Not sure on pricing for the 270 but here are a few reviews. 

http://www.hardwareheaven.com/revie...r9-270-graphics-card-review-introduction.html

http://www.tweaktown.com/reviews/5915/his-radeon-r9-270-iceq-x2-2gb-video-card-review/index.html

http://www.guru3d.com/articles_pages/amd_radeon_r9_270_review,1.html

http://www.legitreviews.com/msi-rad...ire-dual-x-r9-270-oc-video-card-review_128803


----------



## Entropic (Jun 15, 2012)

Red Panda said:


> I think it's medium size. Definitely not as small as others I've seen. My GPU barely fits though, I had to put my hard drive in the lowest position to fit them, cause they didn't fit in the same level.
> I guess I'll wait a couple of years to buy a whole new PC, with new case and better cooling, cause it gets hot in summer.
> Can you recommend me some lower-but-close-to-mine performance GPUs that I could buy in case mine gets totaled?


If you are planning to save off money to buy a new computer (and out of interest, are laptops and such entirely out of the question?) then I cannot answer that question as the market is going to look significantly different then as high end cards will be considered medium range depending on how long you wait. 

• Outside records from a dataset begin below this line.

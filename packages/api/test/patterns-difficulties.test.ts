import { afterAll, beforeAll, describe, expect, it } from 'vitest';
import { DEMO, signedIn, startTestApp, type Client, type TestApp } from './support/test-app.js';

// Issue 11 §6–§7: patterns a tutor reads at a glance, in plain words, on the demo household.

let t: TestApp;
let tutor: Client;
let owner: Client;
let wren: number;

type Card = {
  key: string;
  title: string;
  status: string;
  ruleIds: string[];
  skills: string[];
  sentence: string;
  evidence: { problem: string; answer: string; occurredOn: string }[];
};

beforeAll(async () => {
  t = await startTestApp({ SIGN_IN_LIMIT_PER_MINUTE: '1000' });
  owner = await signedIn(t, DEMO.owner);
  tutor = await signedIn(t, DEMO.tutor);
  const students = (await tutor.get('/api/students').expect(200)).body.items as {
    id: number;
    name: string;
  }[];
  wren = students.find((s) => s.name === 'Wren')!.id;
});
afterAll(() => t.close());

describe('GET /api/patterns difficulties', () => {
  it('gives one card per difficulty: the zero-regrouping rules, their skill and family in one', async () => {
    const p = (await tutor.get(`/api/patterns?studentId=${wren}`).expect(200)).body;
    const cards = p.difficulties as Card[];
    const ruleOwners = cards.flatMap((c) => c.ruleIds);
    expect(new Set(ruleOwners).size).toBe(ruleOwners.length);
    const zero = cards.filter((c) =>
      c.ruleIds.some((id) => ['sub.borrow-across-zero', 'sub.borrow-from-zero'].includes(id)),
    );
    expect(zero).toHaveLength(1);
    expect(zero[0]!.title).toBe('Regrouping across zeros');
    expect(zero[0]!.skills).toContain('regrouping across zeros');
    expect(cards.map((c) => c.key)).not.toContain('skill:regrouping across zeros');
    // Evidence is the problems themselves, latest first.
    const days = zero[0]!.evidence.map((e) => e.occurredOn);
    expect([...days].sort().reverse()).toEqual(days);
    expect(zero[0]!.evidence[0]).toEqual(
      expect.objectContaining({ problem: expect.any(String), answer: expect.any(String) }),
    );
  });

  it('calls a card a finding only when one of its rules meets the page’s definition', async () => {
    const p = (await tutor.get(`/api/patterns?studentId=${wren}`).expect(200)).body;
    for (const c of p.difficulties as Card[]) {
      const rules = (
        p.findings.rules as { ruleId: string; explains: number; contradictions: unknown[] }[]
      ).filter((r) => c.ruleIds.includes(r.ruleId));
      const meets = rules.some((r) => r.explains >= 2 && r.contradictions.length === 0);
      expect(c.status === 'finding', c.key).toBe(meets);
      if (c.status !== 'finding') expect(c.sentence).not.toMatch(/^Finding/);
    }
  });

  it('names skills in the key’s own words and rules uniquely', async () => {
    const p = (await owner.get(`/api/patterns?studentId=${wren}`).expect(200)).body;
    for (const s of p.skills as { skill: string }[]) expect(s.skill).not.toMatch(/[.]|-\w/);
    const titles = (p.rules as { title: string }[]).map((r) => r.title);
    expect(new Set(titles).size).toBe(titles.length);
    // The notebook filters by the same words the page shows.
    const skill = (p.skills as { skill: string }[])[0]!.skill;
    const list = await owner
      .get(`/api/misses?studentId=${wren}&skill=${encodeURIComponent(skill)}`)
      .expect(200);
    expect(list.body.total).toBeGreaterThan(0);
  });

  it('speaks to whoever reads it, tutor or parent', async () => {
    const p = (await tutor.get(`/api/patterns?studentId=${wren}`).expect(200)).body;
    expect(p.caution).not.toMatch(/your child/i);
  });
});
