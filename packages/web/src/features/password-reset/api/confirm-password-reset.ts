import { useMutation } from '@tanstack/react-query';

import { api } from '../../../lib/api-client';

/** Sets the new password with the token from the e-mailed link (it works once, for an hour). */
export const confirmPasswordReset = (input: { token: string; password: string }) =>
  api.post<{ message: string }>('/auth/password-reset/confirm', input);

export const useConfirmPasswordReset = () => useMutation({ mutationFn: confirmPasswordReset });
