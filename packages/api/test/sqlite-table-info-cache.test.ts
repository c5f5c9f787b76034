import sqlite3 from 'sqlite3';
import { afterEach, describe, expect, it } from 'vitest';
import { TableInfoCache } from '../src/database/sqlite-table-info-cache.js';

type Column = { name: string; type: string };

function all(db: sqlite3.Database, sql: string): Promise<Column[]> {
  return new Promise((resolve, reject) =>
    db.all(sql, (err: Error | null, rows: Column[]) => (err ? reject(err) : resolve(rows))),
  );
}

function exec(db: sqlite3.Database, sql: string): Promise<void> {
  return new Promise((resolve, reject) => db.exec(sql, (err) => (err ? reject(err) : resolve())));
}

// Sequelize's SQLite dialect writes exactly this before each SELECT (lib/dialects/sqlite/query.js).
const ASK = 'PRAGMA table_info(`misses`)';

describe('the column-type answers kept for Sequelize', () => {
  let db: sqlite3.Database;
  afterEach(() => new Promise<void>((resolve) => db.close(() => resolve())));

  async function wrapped() {
    db = new sqlite3.Database(':memory:');
    await exec(db, 'CREATE TABLE misses (id INTEGER PRIMARY KEY, occurred_on DATE)');
    const cache = new TableInfoCache();
    cache.wrap(db as never);
    return cache;
  }

  it('asks the database while migrations may still change the schema', async () => {
    await wrapped();
    expect((await all(db, ASK)).map((c) => c.name)).toEqual(['id', 'occurred_on']);
    await exec(db, 'ALTER TABLE misses ADD COLUMN stage TEXT');
    expect((await all(db, ASK)).map((c) => c.name)).toEqual(['id', 'occurred_on', 'stage']);
  });

  it('answers from memory once the schema is trusted, with the types the database gave', async () => {
    const cache = await wrapped();
    await exec(db, 'ALTER TABLE misses ADD COLUMN stage TEXT');
    cache.trust();
    const first = await all(db, ASK);
    expect(first.map((c) => [c.name, c.type])).toEqual([
      ['id', 'INTEGER'],
      ['occurred_on', 'DATE'],
      ['stage', 'TEXT'],
    ]);
    // A column added behind the app's back is not seen: the proof the answer came from memory.
    await exec(db, 'ALTER TABLE misses ADD COLUMN later TEXT');
    expect(await all(db, ASK)).toBe(first);
  });

  it('leaves every other statement to the database', async () => {
    const cache = await wrapped();
    cache.trust();
    await exec(db, "INSERT INTO misses (id, occurred_on) VALUES (1, '2026-11-30')");
    const rows = await all(db, 'SELECT id, occurred_on AS type FROM misses');
    expect(rows).toEqual([{ id: 1, type: '2026-11-30' }]);
    await expect(all(db, 'PRAGMA table_info(`nope`) AND nonsense')).rejects.toThrow(/syntax/);
  });
});
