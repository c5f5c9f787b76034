import { afterAll, beforeAll, describe, expect, it } from 'vitest';
import { type Client, DEMO, signedIn, startTestApp, type TestApp } from './support/test-app.js';

let t: TestApp;
let tutor: Client;

beforeAll(async () => {
  t = await startTestApp();
  tutor = await signedIn(t, DEMO.tutor);
});
afterAll(() => t.close());

describe('POST /api/diagnose', () => {
  it('answers the engine’s diagnosis for the form’s preview', async () => {
    const res = await tutor.post('/api/diagnose', { problem: '81 - 38', answer: '57' }).expect(200);
    // 81 − 38 = 43; writing 57 is SMALLER-FROM-LARGER (Brown & Burton 1978; from memory).
    expect(res.body).toMatchObject({ expected: String(81 - 38), correct: false });
    expect(res.body.rules[0].id).toBe('sub.smaller-from-larger');
    expect(res.body.engineVersion).toEqual(expect.any(String));
    expect(res.body.trace.expected).toBeTypeOf('object');
  });

  it('checks written steps and says a right answer is right', async () => {
    // 34 × 12 = 408 with partial products 68 and 340 (common practice, no source).
    const res = await tutor
      .post('/api/diagnose', {
        problem: '34 x 12',
        answer: '408',
        steps: { partials: ['68', '340'] },
      })
      .expect(200);
    expect(res.body).toMatchObject({ expected: String(34 * 12), correct: true, rules: [] });
  });

  it('draws the written partial products beside the usual ones and marks the first that differs', async () => {
    // 347 × 6 = 2082 and 347 × 20 = 6940; the child wrote 6840 (issue 11 §1).
    const res = await tutor
      .post('/api/diagnose', {
        problem: '347 x 26',
        answer: '8,922',
        steps: { partials: ['2,082', '6840'] },
      })
      .expect(200);
    expect(res.body.rules).toEqual([]);
    expect(res.body.writtenSteps).toMatchObject({
      kind: 'partials',
      firstDiffers: 1,
      steps: [
        { label: 'partial product 1', expected: String(347 * 6), written: '2082', ok: true },
        { label: 'partial product 2', expected: String(347 * 20), written: '6840', ok: false },
      ],
    });
    expect(res.body.writtenSteps.steps[1].finding).toMatchObject({ oneOff: true });
  });

  it.each([
    [{ problem: '304 $ 75', answer: '1' }, 422, 'problem'],
    [{ problem: '304 - 75', answer: 'lots' }, 422, 'answer'],
    [{ problem: '34 x 12', answer: '408', steps: { partials: ['six'] } }, 422, 'steps'],
    [{ problem: '', answer: '1' }, 400, 'problem'],
    [{ problem: '1 + 1' }, 400, 'answer'],
    [{ problem: '1 + 1', answer: '2', steps: [1] }, 400, 'steps'],
    [{ problem: 'x'.repeat(201), answer: '2' }, 400, 'problem'],
    // Issue 11 §3: these used to get past the parser and throw inside the engine.
    [{ problem: 'round 3456 to nearest __proto__', answer: '3500' }, 422, 'problem'],
    [{ problem: 'round 3456 to nearest constructor', answer: '3500' }, 422, 'problem'],
    [{ problem: '34 x 12', answer: '408', steps: { partials: ['68', '340', '0'] } }, 422, 'steps'],
    [{ problem: '45 ÷ 6', answer: '7 rem 3' }, 422, 'answer'],
  ])('refuses %j with %i naming %s', async (body, status, field) => {
    const res = await tutor.post('/api/diagnose', body).expect(status);
    expect(res.body.fields).toHaveProperty(field);
    expect(res.body.message.length).toBeGreaterThan(5);
  });

  // Issue 11 §3: the message names a whole word, quotes an emoji whole, shortens long input.
  it.each([
    [{ problem: '45 ÷ 6', answer: '7 rem 3' }, 'answer', 'the word “rem”'],
    [{ problem: '81 - 38', answer: 'forty-three' }, 'answer', 'the word “forty-three”'],
    [{ problem: '81 👍🏽 38', answer: '43' }, 'problem', '“👍🏽”'],
    [{ problem: `${'7'.repeat(150)} + 1`, answer: '8' }, 'problem', '…”'],
  ])('says what it could not read in %j', async (body, field, words) => {
    const res = await tutor.post('/api/diagnose', body).expect(422);
    expect(res.body.fields[field]).toContain(words);
    expect(res.body.message.length).toBeLessThan(200);
  });
});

But yes, if you have issues placing your GPU into the case now, if you buy a new GPU of the current low-medium range, then it might actually not fit the case. Of course, the smaller the case is and the less air flow there is because it's also stuffed on the inside, the warmer it gets as well. What I could advise would be to try and see if you can bargain a second hand card as a cheap solution until you can afford to buy a new computer. You might be concerned to make sure it fits your case so ask the size of it. 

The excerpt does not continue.